### Task directions
Take from the listing each line that has the string "spellings".

### Provided data
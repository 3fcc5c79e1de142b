import { afterAll, beforeAll, describe, expect, it } from "vitest";
import { limitRate } from "../../src/server/auth/rate-limit";
import { db } from "../../src/server/db/client";
import { rateLimits } from "../../src/server/db/schema/people";
import { startTestApp, type TestApp } from "../support/test-app";

let app: TestApp;

beforeAll(async () => {
  app = await startTestApp();
});
afterAll(() => app.close());

const start = (address: string, headers: Record<string, string> = {}) =>
  app.visitor(address).request(`${app.origin}/api/sign-in/start`, { headers });
const ask = (address: string, email: string) =>
  app.visitor(address).request(`${app.origin}/api/sign-in/link`, {
    method: "POST",
    headers: { "content-type": "application/json" },
    body: JSON.stringify({ email }),
  });
const useUp = (address: string) =>
  app.visitor(address).request(`${app.origin}/api/sign-in/token`, {
    method: "POST",
    headers: { "content-type": "application/json" },
    body: JSON.stringify({ token: "guessed" }),
  });

async function inTurn<T>(count: number, attempt: (index: number) => Promise<T>): Promise<T[]> {
  const answers: T[] = [];
  for (let index = 0; index < count; index += 1) answers.push(await attempt(index));
  return answers;
}
const statuses = (answers: Response[]) => answers.map((answer) => answer.status);
const waitOf = (answer: Response) => Number(answer.headers.get("retry-after"));

describe("signing in from one address", () => {
  it("is possible ten times a minute, by whatever way, and then has to wait", async () => {
    const address = "192.0.2.1";
    expect(statuses(await inTurn(5, () => start(address)))).toEqual(new Array(5).fill(303));
    expect(statuses(await inTurn(5, () => useUp(address)))).toEqual(new Array(5).fill(303));
    for (const answer of [await start(address), await useUp(address), await ask(address, "a@b.example")]) {
      expect(answer.status).toBe(429);
      expect(waitOf(answer)).toBeGreaterThan(0);
      expect(waitOf(answer)).toBeLessThanOrEqual(120);
      expect(await answer.json()).toMatchObject({ error: { code: "rate.exceeded" } });
    }
    expect((await start("192.0.2.2")).status).toBe(303);
  });

  it("shows a browser the sign-in page", async () => {
    const address = "192.0.2.3";
    await inTurn(10, () => start(address));
    const refused = await start(address, { accept: "text/html,*/*" });
    expect([refused.status, refused.headers.get("location")]).toEqual([
      303,
      "/sign-in?problem=too-many-attempts",
    ]);
    expect(waitOf(refused)).toBeGreaterThan(0);
    expect(refused.headers.getSetCookie()).toEqual([]);
  });

  it("counts every one of many at the same time", async () => {
    const address = "192.0.2.4";
    const answers = await Promise.all(Array.from({ length: 40 }, () => start(address)));
    expect(answers.filter((answer) => answer.status === 303)).toHaveLength(10);
  });

  it("is not made easier by what a client says of its own address", async () => {
    const proxied = (claimed: string) => start(`${claimed}, 192.0.2.5`);
    const answers = await inTurn(11, (index) => proxied(`198.51.100.${String(index)}`));
    expect(answers.at(-1)?.status).toBe(429);
  });

  it("counts a whole IPv6 network as one", async () => {
    const answers = await inTurn(11, (index) => start(`2001:db8:0:1::${String(index)}`));
    expect(answers.at(-1)?.status).toBe(429);
    expect((await start("2001:db8:0:2::1")).status).toBe(303);
  });
});

describe("coming back from the provider", () => {
  it("may be tried ten times with one sign-in", async () => {
    const visitor = app.visitor("192.0.2.6");
    await visitor.request(`${app.origin}/api/sign-in/start`);
    const guess = () => visitor.request(`${app.origin}/api/sign-in/return?code=x&state=guessed`);
    expect(statuses(await inTurn(10, guess))).toEqual(new Array(10).fill(303));
    expect((await guess()).status).toBe(429);
  });
});

describe("sign-in mails", () => {
  it("go to one address five times an hour, however it is written and from wherever it is asked", async () => {
    const spellings = ["one@farnwick.example", "ONE@farnwick.example", " one@Farnwick.example "];
    const answers = await inTurn(6, (index) =>
      ask(`192.0.2.${String(100 + index)}`, spellings[index % spellings.length] ?? ""),
    );
    expect(statuses(answers)).toEqual([202, 202, 202, 202, 202, 429]);
    const refused = answers.at(-1);
    expect(refused && waitOf(refused)).toBeGreaterThan(60);
    expect((await ask("192.0.2.110", "other@farnwick.example")).status).toBe(202);
  });

  it("are possible again an hour later, and not before the wait is over", async () => {
    const now = new Date("2030-01-01T10:05:00Z");
    const tryAt = (s: number) =>
      limitRate("sign-in-mail", "later@farnwick.example", new Date(now.getTime() + s * 1000));
    await inTurn(5, () => tryAt(0));
    const refusal: unknown = await tryAt(0).catch((error: unknown) => error);
    const { retryAfterS } = (refusal as { detail: { retryAfterS: number } }).detail;
    await expect(tryAt(retryAfterS - 2)).rejects.toThrow("Too many attempts");
    await expect(tryAt(retryAfterS)).resolves.toBeUndefined();
  });
});

it("keeps no address, only hashes", async () => {
  await ask("192.0.2.120", "hidden@farnwick.example");
  const buckets = (await db().select({ bucket: rateLimits.bucket }).from(rateLimits)).map(
    (row) => row.bucket,
  );
  expect(buckets.length).toBeGreaterThan(0);
  for (const bucket of buckets) expect(bucket).toMatch(/^sign-in(-return|-mail)?:[0-9a-f]{64}$/);
});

### Response to this task
    const spellings = ["one@farnwick.example", "ONE@farnwick.example", " one@Farnwick.example "];
      ask(`192.0.2.${String(100 + index)}`, spellings[index % spellings.length] ?? ""),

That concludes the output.